У Барклая оказалось достаточно силы воли и твердости духа, чтобы при невозможном моральном положении, когда его собственный штаб во главе с Ермоловым тайно агитировал против него в его же армии и когда командующий другой армией, авторитетнейший из всех русских военачальников, Багратион, обвинял его довольно открыто в измене, — все-таки систематически делать то, что ему повелевала совесть для спасения войска. Агитация против Барклая шла сверху. От своих генералов и полковников солдаты научились говорить вместо «Барклай де Толли» — «Болтай да и только»; от начальства они узнали, что Ермолов будто бы просил царя «произвести его, Ермолова, в немцы», потому-де, что немцы получают награды; сверху вниз шли слухи, что состоящий при Барклае Вольцоген — наполеновский шпион. Все это еще до Смоленска делало положение крайне трудным. Доверие к главнокомандующему явно было подорвано, и каждый новый этап отступления усиливал зловещую молву о Барклае.
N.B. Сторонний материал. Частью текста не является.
//! What a hunt is asked to do.

use std::fmt;

/// Who proposed a point.
#[derive(Clone, Copy, Debug, PartialEq, Eq, Hash, PartialOrd, Ord)]
pub enum Heuristic {
    /// Points that the user already had.
    Given,
    /// Independent uniform starts, the only unbiased sample of basins.
    Survey,
    /// Uniform and low-discrepancy starts.
    Multistart,
    /// Chains that accept rises by temperature and cool, each closed by a descent.
    Anneal,
    /// A population of minima whose children descend.
    Evolve,
    /// Perturb a minimum, descend, accept by temperature.
    Hop,
}

impl Heuristic {
    /// Every one, in the order of its number.
    pub const ALL: [Heuristic; 6] = [
        Heuristic::Given,
        Heuristic::Survey,
        Heuristic::Multistart,
        Heuristic::Anneal,
        Heuristic::Evolve,
        Heuristic::Hop,
    ];

    /// Those that a mix may name.
    pub const MEMBERS: [Heuristic; 4] = [Heuristic::Multistart, Heuristic::Anneal, Heuristic::Evolve, Heuristic::Hop];

    /// The name on the command line and in files.
    pub fn name(self) -> &'static str {
        match self {
            Heuristic::Given => "given",
            Heuristic::Survey => "survey",
            Heuristic::Multistart => "multistart",
            Heuristic::Anneal => "anneal",
            Heuristic::Evolve => "evolve",
            Heuristic::Hop => "hop",
        }
    }

    /// The member of a mix with this name.
    pub fn member(name: &str) -> Option<Self> {
        Heuristic::MEMBERS.into_iter().find(|member| member.name() == name)
    }

    /// Its place in [`Heuristic::ALL`].
    pub fn number(self) -> usize {
        self as usize
    }
}

/// The heuristics of a hunt, each with its share of what the survey leaves.
#[derive(Clone, Debug, PartialEq)]
pub struct Mix {
    members: Vec<(Heuristic, f64)>,
    fixed: bool,
}

/// Why a mix was refused.
#[derive(Clone, Debug, PartialEq)]
pub enum MixError {
    /// No heuristic has this name.
    Unknown(String),
    /// The heuristic is named twice.
    Repeated(Heuristic),
    /// No heuristic is named.
    Empty,
    /// The share is not a positive number.
    BadShare(String),
}

impl fmt::Display for MixError {
    fn fmt(&self, out: &mut fmt::Formatter<'_>) -> fmt::Result {
        let known = Heuristic::MEMBERS.map(Heuristic::name).join(", ");
        match self {
            MixError::Unknown(name) => write!(out, "there is no heuristic `{name}`; there are {known}"),
            MixError::Repeated(heuristic) => write!(out, "`{}` is named twice", heuristic.name()),
            MixError::Empty => write!(out, "name at least one heuristic of {known}"),
            MixError::BadShare(text) => write!(out, "the share `{text}` is not a positive number"),
        }
    }
}

impl std::error::Error for MixError {}

impl Mix {
    /// Reads `multistart,hop` or `hop:0.7,multistart:0.3`. Without any number the shares follow what the members earn,
    /// and begin equal; with one they stay as they are given, a missing one being 1. All are scaled to sum 1.
    ///
    /// ```
    /// use thalweg::search::{Heuristic, Mix};
    /// let mix = Mix::read("hop:3,multistart").unwrap();
    /// assert_eq!(mix.members(), [(Heuristic::Hop, 0.75), (Heuristic::Multistart, 0.25)]);
    /// assert!(mix.is_fixed() && !Mix::read("hop,evolve").unwrap().is_fixed());
    /// assert!(Mix::read("jump").is_err());
    /// ```
    ///
    /// # Errors
    /// A [`MixError`] for an unknown or repeated name, an empty list, or a share that is not a positive number.
    pub fn read(text: &str) -> Result<Mix, MixError> {
        let mut members: Vec<(Heuristic, f64)> = Vec::new();
        let mut fixed = false;
        for part in text.split(',').map(str::trim).filter(|part| !part.is_empty()) {
            let (name, share) = match part.split_once(':') {
                None => (part, 1.0),
                Some((name, share)) => {
                    fixed = true;
                    let number = share.trim().parse().ok().filter(|&number: &f64| number > 0.0 && number.is_finite());
                    (name.trim(), number.ok_or_else(|| MixError::BadShare(share.trim().to_string()))?)
                }
            };
            let heuristic = Heuristic::member(name).ok_or_else(|| MixError::Unknown(name.to_string()))?;
            if members.iter().any(|&(other, _)| other == heuristic) {
                return Err(MixError::Repeated(heuristic));
            }
            members.push((heuristic, share));
        }
        let total: f64 = members.iter().map(|member| member.1).sum();
        if members.is_empty() {
            return Err(MixError::Empty);
        }
        members.iter_mut().for_each(|member| member.1 /= total);
        Ok(Mix { members, fixed })
    }

    /// A mix as [`Mix::members`] and [`Mix::is_fixed`] told it; nothing is scaled, so that it is the same to the last bit.
    ///
    /// # Errors
    /// A [`MixError`] for a heuristic that is no member, an empty list, or a share that is not a positive number.
    pub fn restored(members: Vec<(Heuristic, f64)>, fixed: bool) -> Result<Mix, MixError> {
        if members.is_empty() {
            return Err(MixError::Empty);
        }
        for (number, &(heuristic, share)) in members.iter().enumerate() {
            if !Heuristic::MEMBERS.contains(&heuristic) {
                return Err(MixError::Unknown(heuristic.name().to_string()));
            }
            if members[..number].iter().any(|&(other, _)| other == heuristic) {
                return Err(MixError::Repeated(heuristic));
            }
            if !(share > 0.0 && share.is_finite()) {
                return Err(MixError::BadShare(share.to_string()));
            }
        }
        Ok(Mix { members, fixed })
    }

    /// Whether the shares stay as they are.
    pub fn is_fixed(&self) -> bool {
        self.fixed
    }

    /// The members with their shares at the beginning, which sum to 1.
    pub fn members(&self) -> &[(Heuristic, f64)] {
        &self.members
    }
}

impl Default for Mix {
    /// All four, mostly `hop` at the beginning; then what they earn decides.
    fn default() -> Self {
        let members = vec![
            (Heuristic::Multistart, 0.03),
            (Heuristic::Anneal, 0.01),
            (Heuristic::Evolve, 0.08),
            (Heuristic::Hop, 0.79),
        ];
        Mix { members, fixed: false }
    }
}

impl fmt::Display for Mix {
    fn fmt(&self, out: &mut fmt::Formatter<'_>) -> fmt::Result {
        for (k, (heuristic, share)) in self.members.iter().enumerate() {
            let comma = if k == 0 { "" } else { "," };
            write!(out, "{comma}{}:{share}", heuristic.name())?;
        }
        Ok(())
    }
}

/// The settings that decide the bits of a hunt, and nothing else: threads and wall clock are not among them.
#[derive(Clone, Debug, PartialEq)]
pub struct Settings {
    /// The seed of every random stream.
    pub seed: u64,
    /// The heuristics and their shares.
    pub mix: Mix,
    /// The share of all evaluations that goes to the survey, from 0 to 1.
    pub survey: f64,
    /// The hunt ends after the round in which this many evaluations are reached.
    pub max_evaluations: Option<u64>,
    /// The hunt ends after the round in which a value at or below this is met (of the minimised objective).
    pub target: Option<f64>,
    /// The hunt ends after the round in which the survey's coverage reaches this share with 95 % confidence: when the lower
    /// end of its interval does.
    pub coverage: Option<f64>,
    /// The hunt ends after the round in which so many evaluations have passed without a lower value.
    pub quiet: Option<u64>,
    /// Points to descend from first.
    pub given: Vec<Vec<f64>>,
}

impl Default for Settings {
    fn default() -> Self {
        Settings {
            seed: 1,
            mix: Mix::default(),
            survey: 0.2,
            max_evaluations: None,
            target: None,
            coverage: None,
            quiet: None,
            given: Vec::new(),
        }
    }
}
Трудно ему было отбиваться от нападений Багратиона еще и потому, что за ним не было ни геройского поприща, ни блестящей репутации в армии, не лежало на нем и отблеска сияния суворовской славы, не было железного характера, словом, не было всего того, что в избытке было у Багратиона. Трудолюбивый военный организатор, по происхождению шотландец, которого ошибочно часто называют немцем, понравившийся Александру исполнительностью и ставший военным министром, осторожный стратег, инстинктивно нащупавший верную тактику, Барклай нашел в себе гражданское мужество идти против течения и до последней возможности стоять на своем.
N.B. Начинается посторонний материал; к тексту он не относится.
//! One thread at work: many tasks in lanes at once.

use std::sync::Arc;
use std::sync::mpsc::Sender;

use crate::descent::{Ask, Confirmation, Descent, End, EndKind, Judgement, Progress, Region};
use crate::evaluate::Evaluator;
use crate::kernel::Kernel;
use crate::ledger::{Candidate, Confirmed, Identity, Kind};

use super::anneal::Annealing;
use super::crew::Queue;
use super::moves::Filling;
use super::start::{self, Beginning};
use super::structure::Structure;
use super::task::{Finding, Lost, Task, TaskResult, Work};

/// Tasks that a worker has in hand at once.
const LANES: usize = 32;

/// Times that a cloud at its bounds is brought back to the middle within one descent.
const MOST_RECENTRINGS: u32 = 3;

/// Times that empty places are filled within one task.
const MOST_FILLINGS: u32 = 6;

/// Saddles that one confirmation may leave.
const MOST_SADDLES: u64 = 8;

/// What all workers of a hunt share.
pub struct Workshop {
    /// The compiled landscape.
    pub kernel: Arc<Kernel>,
    /// What moves know.
    pub structure: Arc<Structure>,
    /// What descents know.
    pub region: Arc<Region>,
    /// What makes two points the same.
    pub identity: Arc<Identity>,
    /// The seed of the hunt.
    pub seed: u64,
    /// Whether the landscape has kinks, where a descent may end without a vanishing gradient.
    pub kinked: bool,
}

impl Workshop {
    /// Evaluations of one descent at most.
    fn most_evaluations(&self) -> u64 {
        3000 + 100 * self.structure.n_unknowns() as u64
    }
}

/// A worker.
pub struct Worker<'a> {
    shop: &'a Workshop,
    evaluator: Evaluator,
    benches: Vec<Bench>,
    gradient: Vec<f64>,
}

/// A place for one task.
struct Bench {
    descent: Descent,
    job: Option<Job>,
}

/// A task in hand.
struct Job {
    task: Task,
    /// How often the queue had been cleared when the task was taken.
    clearings: u64,
    evaluations: u64,
    outside: u64,
    first_outside: Option<Vec<f64>>,
    recentrings: u32,
    saddles: u64,
    /// What asks for values instead of the descent.
    stage: Stage,
    /// Fillings tried, and those that moved a point.
    fillings: (u32, u32),
    /// Nothing below the ceiling is in sight.
    abandoned: bool,
    /// The lower end of the descents so far, where a filling led to another.
    best: Option<End>,
    /// The confirmation under way; `None` while the descent is.
    confirmation: Option<Confirmation>,
}

/// What a task does besides descending: it asks for values only.
enum Stage {
    /// Nothing.
    None,
    /// It anneals before the descent.
    Chain(Box<Annealing>),
    /// It fills empty places after a descent.
    Filling(Box<Filling>),
}

impl<'a> Worker<'a> {
    /// A worker in a workshop.
    pub fn new(shop: &'a Workshop) -> Self {
        let benches = (0..LANES)
            .map(|_| Bench { descent: Descent::new(&shop.region, shop.most_evaluations()), job: None })
            .collect();
        let gradient = vec![0.0; shop.structure.n_unknowns()];
        Worker { shop, evaluator: Evaluator::new(&shop.kernel), benches, gradient }
    }

    /// Works until the queue is closed and empty, or nobody listens.
    pub fn work(&mut self, queue: &Queue, results: &Sender<TaskResult>) {
        let mut taken = Vec::new();
        loop {
            let n_idle = self.benches.iter().filter(|bench| bench.job.is_none()).count();
            if n_idle > 0 {
                let clearings = queue.take(n_idle, n_idle == LANES, &mut taken);
                for task in taken.drain(..) {
                    self.begin(task, clearings);
                }
            }
            let clearings = queue.clearings();
            for bench in &mut self.benches {
                bench.job.take_if(|job| job.clearings < clearings);
            }
            if self.benches.iter().all(|bench| bench.job.is_none()) {
                if queue.is_done() {
                    return;
                }
                continue;
            }
            self.advance();
            for place in 0..self.benches.len() {
                if let Some(result) = self.harvest(place)
                    && results.send(result).is_err()
                {
                    return;
                }
            }
        }
    }

    fn begin(&mut self, task: Task, clearings: u64) {
        let Some(bench) = self.benches.iter_mut().find(|bench| bench.job.is_none()) else { return };
        let shop = self.shop;
        let mut stage = Stage::None;
        let confirmation = match &task.work {
            Work::Confirm { at, .. } => Some(Confirmation::new(&shop.region, at)),
            Work::Descend { heuristic, proposal, .. } => {
                match start::begin(&shop.structure, shop.seed, &task, *heuristic, proposal) {
                    Beginning::Descent(start) => bench.descent.start(&start),
                    Beginning::Chain(chain) => stage = Stage::Chain(chain),
                }
                None
            }
        };
        bench.job = Some(Job {
            task,
            clearings,
            evaluations: 0,
            outside: 0,
            first_outside: None,
            recentrings: 0,
            saddles: 0,
            stage,
            fillings: (0, 0),
            abandoned: false,
            best: None,
            confirmation,
        });
    }

    /// One evaluation, or one matrix, for every task in hand.
    fn advance(&mut self) {
        let shop = self.shop;
        let mut asked: Vec<usize> = Vec::with_capacity(LANES);
        for (place, bench) in self.benches.iter_mut().enumerate() {
            let Some(job) = &mut bench.job else { continue };
            let Some(confirmation) = &mut job.confirmation else {
                asked.push(place);
                continue;
            };
            if confirmation.judgement().is_some() {
                continue;
            }
            match confirmation.ask() {
                Ask::Gradient(_) => asked.push(place),
                Ask::Curvature(at) => {
                    let matrix = self.evaluator.curvature(at);
                    // A matrix takes one pass for each unknown.
                    job.evaluations += at.len() as u64;
                    confirmation.tell_curvature(&matrix);
                }
            }
        }
        if asked.is_empty() {
            return;
        }
        let benches = &self.benches;
        let point = |k: usize| {
            let bench: &Bench = &benches[asked[k]];
            match bench.job.as_ref().map(|job| &job.stage) {
                Some(Stage::Chain(chain)) => return chain.ask(),
                Some(Stage::Filling(filling)) => return filling.ask(),
                _ => {}
            }
            match bench.job.as_ref().and_then(|job| job.confirmation.as_ref()).map(Confirmation::ask) {
                Some(Ask::Gradient(at)) => at,
                _ => bench.descent.ask(),
            }
        };
        self.evaluator.evaluate(asked.len(), point);
        for (k, &place) in asked.iter().enumerate() {
            let value = self.evaluator.value(k);
            self.evaluator.read_gradient(k, &mut self.gradient);
            let bench = &mut self.benches[place];
            let Some(job) = &mut bench.job else { continue };
            job.evaluations += 1;
            if !value.is_finite() {
                job.outside += 1;
                if job.first_outside.is_none() {
                    let at = match &job.stage {
                        Stage::Chain(chain) => chain.ask(),
                        Stage::Filling(filling) => filling.ask(),
                        Stage::None => bench.descent.ask(),
                    };
                    job.first_outside = Some(at.to_vec());
                }
            }
            if job.tell_stage(value, &mut bench.descent, shop) {
                continue;
            }
            match &mut job.confirmation {
                Some(confirmation) => confirmation.tell_gradient(value, &self.gradient),
                None => {
                    if bench.descent.tell(value, &self.gradient) == Progress::Ended {
                        job.descent_ended(&mut bench.descent, shop);
                    } else if let Work::Descend { ceiling, .. } = job.task.work {
                        job.abandoned = bench.descent.outlook() > ceiling;
                    }
                }
            }
        }
    }

    /// The result of a bench whose task has ended.
    fn harvest(&mut self, place: usize) -> Option<TaskResult> {
        let shop = self.shop;
        let bench = &mut self.benches[place];
        let job = bench.job.as_mut()?;
        let finding = match (&job.task.work, &job.confirmation) {
            (Work::Descend { heuristic, mark, .. }, _) => {
                let (heuristic, mark) = (*heuristic, *mark);
                if !matches!(job.stage, Stage::None) || !(job.abandoned || bench.descent.has_ended()) {
                    return None;
                }
                let end = job.best.take().unwrap_or_else(|| bench.descent.end());
                let met = |kinked| {
                    let candidate = Candidate::new(&shop.identity, end.value, end.at.clone().into(), kinked);
                    Finding::Met { heuristic, mark, candidate }
                };
                match end.kind {
                    EndKind::OutOfBudget if job.abandoned => Finding::Lost { heuristic, mark, reason: Lost::Abandoned },
                    EndKind::Converged => met(false),
                    EndKind::Stalled if shop.kinked => met(true),
                    EndKind::Stalled => Finding::Lost { heuristic, mark, reason: Lost::Stalled },
                    EndKind::Outside => Finding::Lost { heuristic, mark, reason: Lost::Outside },
                    EndKind::OutOfBudget => Finding::Lost { heuristic, mark, reason: Lost::OutOfBudget },
                }
            }
            (Work::Confirm { .. }, None) => {
                // The descent away from a saddle is under way.
                if !bench.descent.has_ended() {
                    return None;
                }
                let end = bench.descent.end();
                if end.kind == EndKind::Converged && job.saddles <= MOST_SADDLES {
                    job.confirmation = Some(Confirmation::new(&shop.region, &end.at));
                    return None;
                }
                Finding::Dismissed { entry: job.entry()? }
            }
            (Work::Confirm { entry, .. }, Some(confirmation)) => match confirmation.judgement()? {
                Judgement::Failed => Finding::Dismissed { entry: *entry },
                Judgement::Saddle { escape } => {
                    job.saddles += 1;
                    bench.descent.start(escape);
                    job.confirmation = None;
                    return None;
                }
                Judgement::Minimum { value, at, stiffness, residual, active, flat } => {
                    let kind = match (flat, active.is_empty()) {
                        (true, _) => Kind::Flat,
                        (false, true) => Kind::Interior,
                        (false, false) => Kind::Bound,
                    };
                    let confirmed = Confirmed {
                        kind,
                        value: *value,
                        at: at.clone().into(),
                        stiffness: stiffness.clone(),
                        residual: *residual,
                        active: active.clone(),
                    };
                    Finding::Confirmed { entry: *entry, confirmed, saddles: job.saddles }
                }
            },
        };
        let job = bench.job.take()?;
        Some(TaskResult {
            round: job.task.round,
            number: job.task.number,
            evaluations: job.evaluations,
            outside: job.outside,
            first_outside: job.first_outside,
            fillings: job.fillings,
            finding,
        })
    }
}

impl Job {
    fn entry(&self) -> Option<crate::ledger::EntryId> {
        match self.task.work {
            Work::Confirm { entry, .. } => Some(entry),
            Work::Descend { .. } => None,
        }
    }

    /// A value for a chain or a filling, if there is one; their ends start a descent.
    fn tell_stage(&mut self, value: f64, descent: &mut Descent, shop: &Workshop) -> bool {
        match &mut self.stage {
            Stage::None => return false,
            Stage::Chain(chain) => {
                chain.tell(&shop.structure, value);
                if chain.has_ended() {
                    descent.start(chain.result());
                    self.stage = Stage::None;
                }
            }
            Stage::Filling(filling) => {
                filling.tell(value);
                if filling.has_ended() {
                    if let Some(at) = filling.result() {
                        self.fillings.1 += 1;
                        descent.start(at);
                    }
                    self.stage = Stage::None;
                }
            }
        }
        true
    }

    /// A cloud that drifted against its box is put back into the middle, and goes on; then its empty places are filled.
    fn descent_ended(&mut self, descent: &mut Descent, shop: &Workshop) {
        let end = descent.end();
        if end.kind == EndKind::Converged
            && self.recentrings < MOST_RECENTRINGS
            && let Some(moved) = shop.region.recentre(&end.at)
        {
            self.recentrings += 1;
            descent.start(&moved);
            return;
        }
        let Work::Descend { fill: true, .. } = self.task.work else { return };
        let lower = end.kind == EndKind::Converged && self.best.as_ref().is_none_or(|best| end.value < best.value);
        if lower
            && self.fillings.0 < MOST_FILLINGS
            && let Some(filling) = Filling::new(&shop.structure, &end.at, end.value)
        {
            self.fillings.0 += 1;
            self.stage = Stage::Filling(Box::new(filling));
        }
        if lower || self.best.is_none() {
            self.best = Some(end);
        }
    }
}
Граф Толь, генерал-квартирмейстер 1-й армии (Барклая), в своих замечательных воспоминаниях, обработанных и изданных генералом Бернгарди, утверждает, что в начале войны в Вильне решительно никто в русском штабе и понятия не имел о той роли, какую сыграют в этой войне колоссальные пространства России. Это выявилось само собой уже в процессе войны[82]. Отступление же диктовалось с самого начала нежеланием Барклая рисковать русской армией. Барклай страшился уничтожения армии в первые же дни войны. Свидетельство графа Толя, генерал-квартирмейстера в штабе Барклая, уже само по себе имело бы для нас решающее значение, если бы даже оно не подтверждалось рядом таких же неопровержимых показаний, включая сюда и документы, исходящие от самого Барклая. Не «скифский план» искусственного заманивания противника, а отход под давлением превосходных сил — вот что руководило действиями Барклая в первые месяцы войны. О «скифском плане» стали говорить уже на досуге, когда не только война 1812 г. окончилась, но когда уже и войны 1813–1815 гг. давно отошли в область прошлого. Первым вспомнил о скифах сам Наполеон в 1812 г., как увидим дальше.